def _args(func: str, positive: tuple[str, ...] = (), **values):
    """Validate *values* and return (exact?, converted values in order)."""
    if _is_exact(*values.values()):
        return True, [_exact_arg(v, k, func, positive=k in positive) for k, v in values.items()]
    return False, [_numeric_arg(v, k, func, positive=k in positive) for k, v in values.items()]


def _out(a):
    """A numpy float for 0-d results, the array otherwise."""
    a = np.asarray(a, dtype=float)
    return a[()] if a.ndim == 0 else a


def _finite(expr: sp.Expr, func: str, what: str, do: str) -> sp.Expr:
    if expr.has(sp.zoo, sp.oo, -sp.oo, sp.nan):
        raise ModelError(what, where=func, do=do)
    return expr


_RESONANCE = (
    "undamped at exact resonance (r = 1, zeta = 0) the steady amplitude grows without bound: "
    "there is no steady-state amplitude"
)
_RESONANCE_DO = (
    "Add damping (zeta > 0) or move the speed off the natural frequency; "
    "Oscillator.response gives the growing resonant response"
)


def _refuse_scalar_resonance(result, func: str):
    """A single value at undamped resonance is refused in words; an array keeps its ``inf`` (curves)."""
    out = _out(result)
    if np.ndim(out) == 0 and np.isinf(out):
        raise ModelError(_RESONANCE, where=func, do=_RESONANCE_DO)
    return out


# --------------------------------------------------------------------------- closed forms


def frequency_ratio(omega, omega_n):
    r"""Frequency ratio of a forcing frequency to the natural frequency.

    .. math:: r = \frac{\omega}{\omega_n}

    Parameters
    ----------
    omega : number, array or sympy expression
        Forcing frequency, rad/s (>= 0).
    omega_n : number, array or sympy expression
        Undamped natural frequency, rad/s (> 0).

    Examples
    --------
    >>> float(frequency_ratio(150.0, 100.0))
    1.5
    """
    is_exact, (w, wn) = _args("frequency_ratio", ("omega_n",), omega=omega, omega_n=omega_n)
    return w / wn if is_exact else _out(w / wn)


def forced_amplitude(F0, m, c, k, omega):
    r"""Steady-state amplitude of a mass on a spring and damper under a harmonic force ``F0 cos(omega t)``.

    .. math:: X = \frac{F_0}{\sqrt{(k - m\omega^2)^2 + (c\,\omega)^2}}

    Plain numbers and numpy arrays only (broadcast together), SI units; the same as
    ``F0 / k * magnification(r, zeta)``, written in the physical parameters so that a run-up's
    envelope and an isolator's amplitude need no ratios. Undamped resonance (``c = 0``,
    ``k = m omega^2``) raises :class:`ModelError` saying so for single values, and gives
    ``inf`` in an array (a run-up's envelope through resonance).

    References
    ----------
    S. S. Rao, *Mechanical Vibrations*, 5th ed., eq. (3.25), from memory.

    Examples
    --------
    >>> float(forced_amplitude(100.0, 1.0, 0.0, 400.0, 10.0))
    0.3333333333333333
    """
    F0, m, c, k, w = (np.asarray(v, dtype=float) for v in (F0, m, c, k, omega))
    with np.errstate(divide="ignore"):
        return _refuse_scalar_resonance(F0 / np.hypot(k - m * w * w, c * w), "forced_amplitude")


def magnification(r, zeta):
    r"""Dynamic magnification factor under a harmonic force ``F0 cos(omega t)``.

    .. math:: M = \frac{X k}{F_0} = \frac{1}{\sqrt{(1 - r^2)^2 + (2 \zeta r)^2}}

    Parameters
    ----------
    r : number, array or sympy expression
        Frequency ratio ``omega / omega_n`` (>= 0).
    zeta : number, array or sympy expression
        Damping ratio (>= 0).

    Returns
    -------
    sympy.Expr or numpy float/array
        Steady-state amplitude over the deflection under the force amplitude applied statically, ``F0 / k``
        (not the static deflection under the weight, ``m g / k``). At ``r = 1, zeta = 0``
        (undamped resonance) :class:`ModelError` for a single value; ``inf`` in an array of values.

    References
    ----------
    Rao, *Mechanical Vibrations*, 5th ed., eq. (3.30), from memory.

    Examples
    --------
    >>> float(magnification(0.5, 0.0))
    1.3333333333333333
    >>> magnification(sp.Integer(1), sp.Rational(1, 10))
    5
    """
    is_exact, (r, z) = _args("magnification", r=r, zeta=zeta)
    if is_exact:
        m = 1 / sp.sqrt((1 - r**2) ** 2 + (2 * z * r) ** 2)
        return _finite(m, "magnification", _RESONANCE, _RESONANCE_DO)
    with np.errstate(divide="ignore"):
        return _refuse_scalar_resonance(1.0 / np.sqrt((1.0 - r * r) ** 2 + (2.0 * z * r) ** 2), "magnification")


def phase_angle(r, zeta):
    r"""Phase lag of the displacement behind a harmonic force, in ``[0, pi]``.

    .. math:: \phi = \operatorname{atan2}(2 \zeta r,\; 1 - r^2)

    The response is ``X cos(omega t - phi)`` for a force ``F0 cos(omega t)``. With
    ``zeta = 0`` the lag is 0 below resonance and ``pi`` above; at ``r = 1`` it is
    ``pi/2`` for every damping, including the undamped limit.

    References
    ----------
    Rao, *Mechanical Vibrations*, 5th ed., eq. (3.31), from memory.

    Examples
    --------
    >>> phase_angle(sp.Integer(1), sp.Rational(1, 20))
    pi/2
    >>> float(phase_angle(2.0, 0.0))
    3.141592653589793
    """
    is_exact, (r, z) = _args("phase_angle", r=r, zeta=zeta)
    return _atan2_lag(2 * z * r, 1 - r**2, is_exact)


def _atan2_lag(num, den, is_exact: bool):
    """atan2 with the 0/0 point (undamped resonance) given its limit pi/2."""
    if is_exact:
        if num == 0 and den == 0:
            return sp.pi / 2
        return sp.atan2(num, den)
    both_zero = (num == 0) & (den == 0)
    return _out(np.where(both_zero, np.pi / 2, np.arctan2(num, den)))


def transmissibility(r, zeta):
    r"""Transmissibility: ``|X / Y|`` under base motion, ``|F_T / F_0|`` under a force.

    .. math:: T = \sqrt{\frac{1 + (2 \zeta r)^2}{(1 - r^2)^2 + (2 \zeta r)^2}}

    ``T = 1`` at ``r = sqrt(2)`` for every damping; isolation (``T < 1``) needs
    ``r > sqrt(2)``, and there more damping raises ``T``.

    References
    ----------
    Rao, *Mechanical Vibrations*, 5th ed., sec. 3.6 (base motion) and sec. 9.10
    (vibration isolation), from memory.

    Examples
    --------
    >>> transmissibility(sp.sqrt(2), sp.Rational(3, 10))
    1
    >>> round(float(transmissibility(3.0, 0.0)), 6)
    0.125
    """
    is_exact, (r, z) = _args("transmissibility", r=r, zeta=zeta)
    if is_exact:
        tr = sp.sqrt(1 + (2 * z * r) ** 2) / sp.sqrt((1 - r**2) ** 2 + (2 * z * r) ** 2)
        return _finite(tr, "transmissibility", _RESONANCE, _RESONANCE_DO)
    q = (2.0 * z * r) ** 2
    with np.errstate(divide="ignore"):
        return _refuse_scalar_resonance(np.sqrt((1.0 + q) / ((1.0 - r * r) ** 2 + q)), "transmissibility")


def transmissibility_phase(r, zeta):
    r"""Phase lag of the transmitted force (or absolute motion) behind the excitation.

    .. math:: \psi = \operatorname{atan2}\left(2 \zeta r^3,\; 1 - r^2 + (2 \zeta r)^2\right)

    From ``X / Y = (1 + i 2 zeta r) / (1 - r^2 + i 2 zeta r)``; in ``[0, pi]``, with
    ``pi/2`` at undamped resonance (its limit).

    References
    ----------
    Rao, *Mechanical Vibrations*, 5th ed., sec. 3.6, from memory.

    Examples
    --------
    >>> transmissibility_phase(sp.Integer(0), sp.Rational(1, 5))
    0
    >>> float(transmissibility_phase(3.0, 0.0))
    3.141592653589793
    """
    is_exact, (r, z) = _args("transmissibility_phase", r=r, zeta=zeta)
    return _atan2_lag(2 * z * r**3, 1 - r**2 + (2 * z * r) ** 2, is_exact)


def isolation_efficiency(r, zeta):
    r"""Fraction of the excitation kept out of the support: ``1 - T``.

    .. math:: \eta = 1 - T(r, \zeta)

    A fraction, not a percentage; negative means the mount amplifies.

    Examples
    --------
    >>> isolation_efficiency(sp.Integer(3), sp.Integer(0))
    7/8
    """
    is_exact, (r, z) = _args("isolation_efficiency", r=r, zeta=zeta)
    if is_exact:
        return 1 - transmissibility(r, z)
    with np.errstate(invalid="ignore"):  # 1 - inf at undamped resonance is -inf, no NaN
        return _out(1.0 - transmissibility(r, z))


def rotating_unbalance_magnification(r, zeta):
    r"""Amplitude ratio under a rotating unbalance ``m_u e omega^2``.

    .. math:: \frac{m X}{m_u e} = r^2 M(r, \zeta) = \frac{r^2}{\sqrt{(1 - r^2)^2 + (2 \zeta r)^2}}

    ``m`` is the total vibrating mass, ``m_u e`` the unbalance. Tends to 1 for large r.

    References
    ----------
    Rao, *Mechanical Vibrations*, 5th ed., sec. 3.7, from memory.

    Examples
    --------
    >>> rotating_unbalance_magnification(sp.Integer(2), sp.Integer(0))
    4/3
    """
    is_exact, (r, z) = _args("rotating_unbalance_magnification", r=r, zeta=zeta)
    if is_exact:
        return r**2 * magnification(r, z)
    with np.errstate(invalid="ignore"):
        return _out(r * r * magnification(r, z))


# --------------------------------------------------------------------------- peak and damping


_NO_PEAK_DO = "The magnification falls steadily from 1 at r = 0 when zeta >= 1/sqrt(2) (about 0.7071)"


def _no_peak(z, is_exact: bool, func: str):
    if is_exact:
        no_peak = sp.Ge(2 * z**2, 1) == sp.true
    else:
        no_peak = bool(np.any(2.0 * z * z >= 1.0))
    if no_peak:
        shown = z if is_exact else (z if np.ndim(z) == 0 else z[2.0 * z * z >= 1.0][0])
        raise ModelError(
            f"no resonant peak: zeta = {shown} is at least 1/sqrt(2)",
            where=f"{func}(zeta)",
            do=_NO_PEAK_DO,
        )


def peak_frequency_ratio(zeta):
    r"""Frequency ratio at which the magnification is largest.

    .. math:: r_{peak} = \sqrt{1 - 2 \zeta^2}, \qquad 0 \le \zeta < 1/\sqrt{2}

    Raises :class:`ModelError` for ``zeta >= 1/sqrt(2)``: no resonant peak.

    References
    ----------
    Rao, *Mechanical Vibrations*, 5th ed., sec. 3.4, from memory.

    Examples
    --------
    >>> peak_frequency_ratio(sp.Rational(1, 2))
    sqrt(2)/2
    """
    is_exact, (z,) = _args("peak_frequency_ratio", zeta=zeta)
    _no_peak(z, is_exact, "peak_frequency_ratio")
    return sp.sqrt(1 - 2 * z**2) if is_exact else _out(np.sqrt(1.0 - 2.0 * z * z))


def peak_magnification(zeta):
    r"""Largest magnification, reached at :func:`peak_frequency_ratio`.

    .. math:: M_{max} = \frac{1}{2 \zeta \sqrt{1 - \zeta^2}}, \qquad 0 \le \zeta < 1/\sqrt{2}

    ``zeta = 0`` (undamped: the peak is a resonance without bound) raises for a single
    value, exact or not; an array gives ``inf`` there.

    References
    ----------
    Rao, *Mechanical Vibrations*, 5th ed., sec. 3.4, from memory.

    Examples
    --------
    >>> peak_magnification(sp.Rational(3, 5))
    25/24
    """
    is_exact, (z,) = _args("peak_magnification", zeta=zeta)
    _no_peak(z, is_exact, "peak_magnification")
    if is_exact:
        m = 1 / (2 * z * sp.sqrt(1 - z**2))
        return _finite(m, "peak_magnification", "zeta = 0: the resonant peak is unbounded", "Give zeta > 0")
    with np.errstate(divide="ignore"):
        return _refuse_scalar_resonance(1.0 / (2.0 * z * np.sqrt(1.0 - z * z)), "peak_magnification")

..............................

Note how many lines in the data above contain "numpy", then state that number alone.

3